> [WHAT YOU NEED TO DO] What is needed is a copy of each line in the listing that contains "edges".

> [EXTRACTED RECORDS]
========

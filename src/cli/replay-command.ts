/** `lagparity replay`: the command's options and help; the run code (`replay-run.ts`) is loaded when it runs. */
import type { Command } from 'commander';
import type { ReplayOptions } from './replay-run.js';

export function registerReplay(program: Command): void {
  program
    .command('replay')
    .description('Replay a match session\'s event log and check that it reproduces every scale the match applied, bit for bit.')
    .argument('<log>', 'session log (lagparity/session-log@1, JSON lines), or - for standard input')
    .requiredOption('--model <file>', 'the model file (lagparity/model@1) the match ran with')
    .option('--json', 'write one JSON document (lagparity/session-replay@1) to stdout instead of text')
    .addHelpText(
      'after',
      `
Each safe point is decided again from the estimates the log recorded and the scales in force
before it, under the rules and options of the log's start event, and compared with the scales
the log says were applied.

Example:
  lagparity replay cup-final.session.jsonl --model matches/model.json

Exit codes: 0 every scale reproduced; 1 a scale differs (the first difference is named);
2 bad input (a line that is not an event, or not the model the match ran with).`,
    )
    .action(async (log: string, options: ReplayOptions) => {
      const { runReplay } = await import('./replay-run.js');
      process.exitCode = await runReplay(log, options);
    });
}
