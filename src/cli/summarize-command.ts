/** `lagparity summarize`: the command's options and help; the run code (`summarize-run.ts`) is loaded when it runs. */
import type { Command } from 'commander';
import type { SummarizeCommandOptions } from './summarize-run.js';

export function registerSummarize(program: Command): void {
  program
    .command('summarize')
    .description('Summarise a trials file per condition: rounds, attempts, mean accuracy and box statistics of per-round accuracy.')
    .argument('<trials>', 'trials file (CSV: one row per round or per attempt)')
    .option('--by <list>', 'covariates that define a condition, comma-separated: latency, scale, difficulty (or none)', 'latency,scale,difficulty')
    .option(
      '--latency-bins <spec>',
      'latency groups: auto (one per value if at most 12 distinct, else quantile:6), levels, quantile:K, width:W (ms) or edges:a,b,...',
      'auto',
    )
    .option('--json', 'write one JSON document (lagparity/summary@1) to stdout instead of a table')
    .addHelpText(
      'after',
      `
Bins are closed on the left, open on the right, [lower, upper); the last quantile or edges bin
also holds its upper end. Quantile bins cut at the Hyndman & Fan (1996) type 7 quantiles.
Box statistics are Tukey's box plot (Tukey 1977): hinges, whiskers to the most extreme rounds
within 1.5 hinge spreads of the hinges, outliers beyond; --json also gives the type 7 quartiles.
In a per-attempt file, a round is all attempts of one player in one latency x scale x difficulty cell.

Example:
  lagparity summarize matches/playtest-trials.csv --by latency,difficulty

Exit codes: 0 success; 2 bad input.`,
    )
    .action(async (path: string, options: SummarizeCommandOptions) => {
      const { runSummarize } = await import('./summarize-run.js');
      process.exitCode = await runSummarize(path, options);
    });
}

========

> [EXERCISE ANSWER]
      'latency groups: auto (one per value if at most 12 distinct, else quantile:6), levels, quantile:K, width:W (ms) or edges:a,b,...',
Bins are closed on the left, open on the right, [lower, upper); the last quantile or edges bin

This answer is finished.